I just bought some TSLA stock after they reported results (should have bought it at $40 as initially planned but decided I wanted to see if their results were hype or solid, unfortunately stock has almost doubled since then).

The jury has been out, but I think they're the real deal within this industry. Either they won't be around in the future, or they will be huge, not much middle ground between there.

What I like about Tesla is an Apple-like mentality in how they're going their own way in revolutionizing a sector of American corporate culture, though obviously in the very beginning stages of it. And like Apple, they're proving in a particular sector that Americans don't only make junk, when those sectors were beforehand overrun with American companies that did make junk.


----------



## E36 Phantom (Apr 3, 2007)

You bought what? Buy the rumor, sell the news! We're above most analysts price target right now, I hope it holds for your sake. I had $60 strike calls, sold them this morning for a 500% return. That was fun. 


Anyway, I think it's an astounding car. Does it have some room to grow, of course, but it's a great car and I'd love one. Perhaps I'm biased being born and raised in the city where their plant is, but I've seen some incredible things from them. Had a contact at the plant that took me on a VIP tour of sorts, the kind that involved chatting with his buddies, walking across production lines, etc. It was amazing to watch, their plant is incredible. And yes, they are still figuring out how to mass produce vehicles. 

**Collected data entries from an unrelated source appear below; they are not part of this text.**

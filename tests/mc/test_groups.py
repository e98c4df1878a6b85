"""Tallies in groups, and the jackknife: against formulas, and its coverage on small repeats."""

import numpy as np
import pytest
from scipy import stats

from mc.groups import GROUPS, Grouped, Groups, jackknife_error, jackknife_half_width
from mc.plan import Plan
from mc.runner import run

VALUES = np.random.default_rng(1).exponential(size=6400)


def in_groups(values, count):
    return Groups(dict(enumerate(np.split(values, count))), {n: len(values) // count for n in range(count)})


class Sums:
    """A tally that remembers which blocks it saw, in their order."""

    def __init__(self, numbers):
        self.numbers = numbers

    def __add__(self, other):
        return Sums(self.numbers + other.numbers)


def one_block(block):
    return Sums([block.number])


def test_every_block_is_in_one_group_and_left_out_once():
    groups, samples = run(Grouped(task=one_block), Plan(samples=705, block_size=10))
    assert samples == 705 and groups.group_sizes().sum() == 705
    assert sorted(groups.total().numbers) == list(range(71))
    for left_out, rest in enumerate(groups.without_each()):
        assert sorted(rest.numbers) == [number for number in range(71) if number % GROUPS != left_out]


@pytest.mark.parametrize("count", [2, 3, 5])
def test_few_groups(count):
    groups = Groups({n: Sums([n]) for n in range(count)}, dict.fromkeys(range(count), 1))
    expected = [[n for n in range(count) if n != left_out] for left_out in range(count)]
    assert [rest.numbers for rest in groups.without_each()] == expected


def test_one_group_is_refused():
    with pytest.raises(ValueError, match="two or more"):
        Groups({0: Sums([0])}, {0: 1}).without_each()


def test_error_of_a_mean_is_the_spread_of_the_groups_means():
    parts = np.split(VALUES, 32)
    without = [(VALUES.sum() - part.sum()) / (VALUES.size - part.size) for part in parts]
    expected = np.std([part.mean() for part in parts], ddof=1) / np.sqrt(32)
    found = jackknife_error(VALUES.mean(), without, [part.size for part in parts])
    assert found == pytest.approx(expected, rel=1e-10, abs=0)


def test_unequal_groups():
    # a mean's error with groups of unequal size: variance of the group means, weighted by size (textbook formula)
    parts = np.split(VALUES, [1000, 1300, 2500, 2600, 4100, 5900])
    sizes = np.array([part.size for part in parts])
    without = [(VALUES.sum() - part.sum()) / (VALUES.size - part.size) for part in parts]
    means, total = np.array([part.mean() for part in parts]), VALUES.size
    expected = np.sqrt(((means - VALUES.mean()) ** 2 * sizes / (total - sizes)).mean())
    assert jackknife_error(VALUES.mean(), without, sizes) == pytest.approx(expected, rel=1e-10, abs=0)


def test_shape_and_what_is_not_finite():
    without = np.ones((4, 2, 3))
    without[2, 0, 1] = np.inf
    errors = jackknife_error(np.ones((2, 3)), without, [5, 5, 5, 5])
    assert errors.shape == (2, 3) and not np.isfinite(errors[0, 1])
    assert np.array_equal(np.isfinite(errors).sum(), 5) and errors[1, 2] == 0


@pytest.mark.parametrize(
    "statistic, truth",
    [(np.std, 1.0), (lambda v, axis: np.quantile(v, 0.9, axis=axis), stats.expon.ppf(0.9))],
    ids=["sigma", "quantile"],
)
def test_coverage(statistic, truth):
    random, held = np.random.default_rng(2), 0
    for _ in range(500):
        parts = random.exponential(size=(24, 200))
        whole = statistic(parts.ravel(), axis=0)
        without = [statistic(np.delete(parts, left_out, axis=0).ravel(), axis=0) for left_out in range(24)]
        held += abs(whole - truth) <= jackknife_half_width(whole, without, [200] * 24)
    assert 0.92 * 500 <= held <= 0.98 * 500
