"""Mean and sigma with the help of a control of known law: right, narrower than without, and honest."""

import numpy as np
import pytest

from mc.control import FEWEST, METHOD, controlled
from mc.intervals import mean_interval, sigma_kurtosis_aware


def curved(random, n):
    """A control, and values that follow it by a bent line with uneven noise; their mean is 0.1."""
    control = random.standard_normal(n)
    noise = 0.35 * random.standard_normal(n) * (1 + 0.2 * control)
    return 0.1 + 1.1 * control + 0.1 * (control**2 - 1) + noise, control


SIGMA = np.sqrt(1.1**2 + 2 * 0.1**2 + 0.35**2 * (1 + 0.2**2))


@pytest.mark.parametrize("n, least", [(20, 0.88), (50, 0.91), (200, 0.91)])
def test_intervals_hold_the_truth(n, least):
    random, repeats, held = np.random.default_rng(2), 1000, np.zeros(2)
    for _ in range(repeats):
        mean, sigma = controlled(*curved(random, n), 1.0)
        held += mean.low <= 0.1 <= mean.high, sigma.low <= SIGMA <= sigma.high
    assert np.all(held >= least * repeats) and np.all(held <= 0.975 * repeats)


def test_both_are_narrower_than_without_the_control():
    values, control = curved(np.random.default_rng(3), 200)
    mean, sigma = controlled(values, control, 1.0)
    moved = values - values.mean()
    kurtosis = np.mean(moved**4) / np.mean(moved**2) ** 2
    alone = (
        mean_interval(values.mean(), values.var(ddof=1), 200),
        sigma_kurtosis_aware(values.var(ddof=1), kurtosis, 200),
    )
    for better, plain in zip((mean, sigma), alone):
        assert better.high - better.low < 0.6 * (plain.high - plain.low)
        assert (better.n, better.level, better.method) == (200, 0.95, METHOD)


def test_a_line_without_noise_is_known_exactly():
    control = np.array([-1.0, 0.5, 0.25, 2.0, 3.0])
    mean, sigma = controlled(7 + 2 * control, control, 1.5)
    assert mean.value == pytest.approx(7) and sigma.value == pytest.approx(3)
    assert mean.high - mean.low == pytest.approx(0, abs=1e-12) and sigma.high - sigma.low == pytest.approx(0, abs=1e-12)


def test_a_control_that_says_nothing_leaves_the_plain_numbers():
    values = np.random.default_rng(4).standard_normal(30)
    mean, sigma = controlled(values, np.zeros(30), 0.0)
    assert mean.value == pytest.approx(values.mean()) and sigma.value == pytest.approx(values.std(ddof=2))
    assert mean.low < mean.value < mean.high and sigma.low < sigma.value < sigma.high


@pytest.mark.parametrize("values, control", [(np.zeros(3), np.zeros(3)), (np.zeros(9), np.zeros(8))])
def test_too_few_samples_or_controls_are_refused(values, control):
    with pytest.raises(ValueError, match=f"{FEWEST} samples are needed, and a control of each"):
        controlled(values, control, 1.0)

I do believe you'll see fit and finish issues improve as the workforce improves and learns. From what I saw, people there were much more diligent and interested in doing real work than they were when it was NUMMI. It helps that the workforce is now NON-Union. It's also much younger, so I think there is a learning curve in that regard as well. Give em time. :thumbup:


----------



## swajames (Jan 16, 2005)

Opinion will vary on the source, but the Model S just got the best ever score from Consumer Reports

http://money.cnn.com/2013/05/09/autos/tesla-model-s-consumer-reports/index.html?hpt=hp_t3

"Consumer Reports is calling the Tesla Model S the best car it has ever tested. The Model S, an all-electric plug-in car, earned a score of 99 out of a possible 100 in the magazine's tests.
The score would have been higher but for the fact that the all-electric car does need to stop and recharge during extremely long-distance drives."


----------



## K-A (Nov 12, 2010)

E36 Phantom said:


> You bought what? Buy the rumor, sell the news! We're above most analysts price target right now, I hope it holds for your sake. I had $60 strike calls, sold them this morning for a 500% return. That was fun.
> 
> Anyway, I think it's an astounding car. Does it have some room to grow, of course, but it's a great car and I'd love one. Perhaps I'm biased being born and raised in the city where their plant is, but I've seen some incredible things from them. Had a contact at the plant that took me on a VIP tour of sorts, the kind that involved chatting with his buddies, walking across production lines, etc. It was amazing to watch, their plant is incredible. And yes, they are still figuring out how to mass produce vehicles.
> 
> I do believe you'll see fit and finish issues improve as the workforce improves and learns. From what I saw, people there were much more diligent and interested in doing real work than they were when it was NUMMI. It helps that the workforce is now NON-Union. It's also much younger, so I think there is a learning curve in that regard as well. Give em time. :thumbup:


Yup, my sell ordered triggered while I was sleeping and I sold just over $75 (which happened to be around the highest price of the day). I don't have the stomach for Options, and was feeling all good about my $6 per share score in a few hours of work! Lol. Good for you on that 500%. 

I'll probably re-buy if it pulls back a little bit. I think the future prospects for the company are strong, and I'm not even a huge "fanboy" of the car itself.


----------